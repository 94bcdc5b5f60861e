//! Log records as C structs, and the engine's framed binary log codec:
//! an encoder that writes header, record and decision frames into a
//! caller's buffer, and a streaming decoder that cuts a byte stream into
//! frames (resynchronising after damage). The byte layout is the engine's
//! (`docs/log-format.md`).

use headroom::record::codec::{Encoder, Event, Frame, FrameDecoder, MAX_FRAME};
use headroom::record::{DecisionRecord, LogHeader, LogRecord};
use headroom::units::{Db, Dbi, Dbm};

use crate::headroom_status;
use crate::state::{call, fits, input, required_output, slot, Block};

/// Longest frame on the wire, bytes (delimiter included): a buffer of
/// this size holds any frame.
pub const HEADROOM_MAX_FRAME: usize = 252;

const _: () = assert!(HEADROOM_MAX_FRAME == MAX_FRAME);

/// What a log says about the device that wrote it. Each `has_*` flag
/// (non-zero: present) says whether the field beside it is given; an absent
/// field is taken from the caller's settings or the engine's defaults.
#[repr(C)]
#[derive(Debug, Clone, Copy, PartialEq, Default)]
pub struct headroom_log_header {
    /// Identifier of the logging device (0 if unknown).
    pub device_id: u64,
    /// Unix time in ms of `t_ms = 0` in the log (0 if unknown).
    pub epoch_ms: u64,
    /// Lowest transmit power the radio can be set to, dBm.
    pub min_tx_dbm: f32,
    /// Highest transmit power the radio can be set to, dBm.
    pub max_tx_dbm: f32,
    /// Step between settable transmit powers, dB.
    pub tx_step_db: f32,
    /// Gain of the device's antenna, dBi.
    pub antenna_gain_dbi: f32,
    /// SNR below which the far end loses a packet, dB.
    pub required_snr_db: f32,
    /// Regulatory EIRP cap the device was installed under, dBm.
    pub eirp_cap_dbm: f32,
    /// `min_tx_dbm` is given.
    pub has_min_tx: u8,
    /// `max_tx_dbm` is given.
    pub has_max_tx: u8,
    /// `tx_step_db` is given.
    pub has_tx_step: u8,
    /// `antenna_gain_dbi` is given.
    pub has_antenna_gain: u8,
    /// `required_snr_db` is given.
    pub has_required_snr: u8,
    /// `eirp_cap_dbm` is given.
    pub has_eirp_cap: u8,
}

=-=-=

#### How to complete this task:
Your task is to retype the whole listing, keeping every word exactly as it is.

#### Response to this exercise:
repository 94bcdc5b5f60861e
//! Log records as C structs, and the engine's framed binary log codec:
//! an encoder that writes header, record and decision frames into a
//! caller's buffer, and a streaming decoder that cuts a byte stream into
//! frames (resynchronising after damage). The byte layout is the engine's
//! (`docs/log-format.md`).

use headroom::record::codec::{Encoder, Event, Frame, FrameDecoder, MAX_FRAME};
use headroom::record::{DecisionRecord, LogHeader, LogRecord};
use headroom::units::{Db, Dbi, Dbm};

use crate::headroom_status;
use crate::state::{call, fits, input, required_output, slot, Block};

/// Longest frame on the wire, bytes (delimiter included): a buffer of
/// this size holds any frame.
pub const HEADROOM_MAX_FRAME: usize = 252;

const _: () = assert!(HEADROOM_MAX_FRAME == MAX_FRAME);

/// What a log says about the device that wrote it. Each `has_*` flag
/// (non-zero: present) says whether the field beside it is given; an absent
/// field is taken from the caller's settings or the engine's defaults.
#[repr(C)]
#[derive(Debug, Clone, Copy, PartialEq, Default)]
pub struct headroom_log_header {
    /// Identifier of the logging device (0 if unknown).
    pub device_id: u64,
    /// Unix time in ms of `t_ms = 0` in the log (0 if unknown).
    pub epoch_ms: u64,
    /// Lowest transmit power the radio can be set to, dBm.
    pub min_tx_dbm: f32,
    /// Highest transmit power the radio can be set to, dBm.
    pub max_tx_dbm: f32,
    /// Step between settable transmit powers, dB.
    pub tx_step_db: f32,
    /// Gain of the device's antenna, dBi.
    pub antenna_gain_dbi: f32,
    /// SNR below which the far end loses a packet, dB.
    pub required_snr_db: f32,
    /// Regulatory EIRP cap the device was installed under, dBm.
    pub eirp_cap_dbm: f32,
    /// `min_tx_dbm` is given.
    pub has_min_tx: u8,
    /// `max_tx_dbm` is given.
    pub has_max_tx: u8,
    /// `tx_step_db` is given.
    pub has_tx_step: u8,
    /// `antenna_gain_dbi` is given.
    pub has_antenna_gain: u8,
    /// `required_snr_db` is given.
    pub has_required_snr: u8,
    /// `eirp_cap_dbm` is given.
    pub has_eirp_cap: u8,
}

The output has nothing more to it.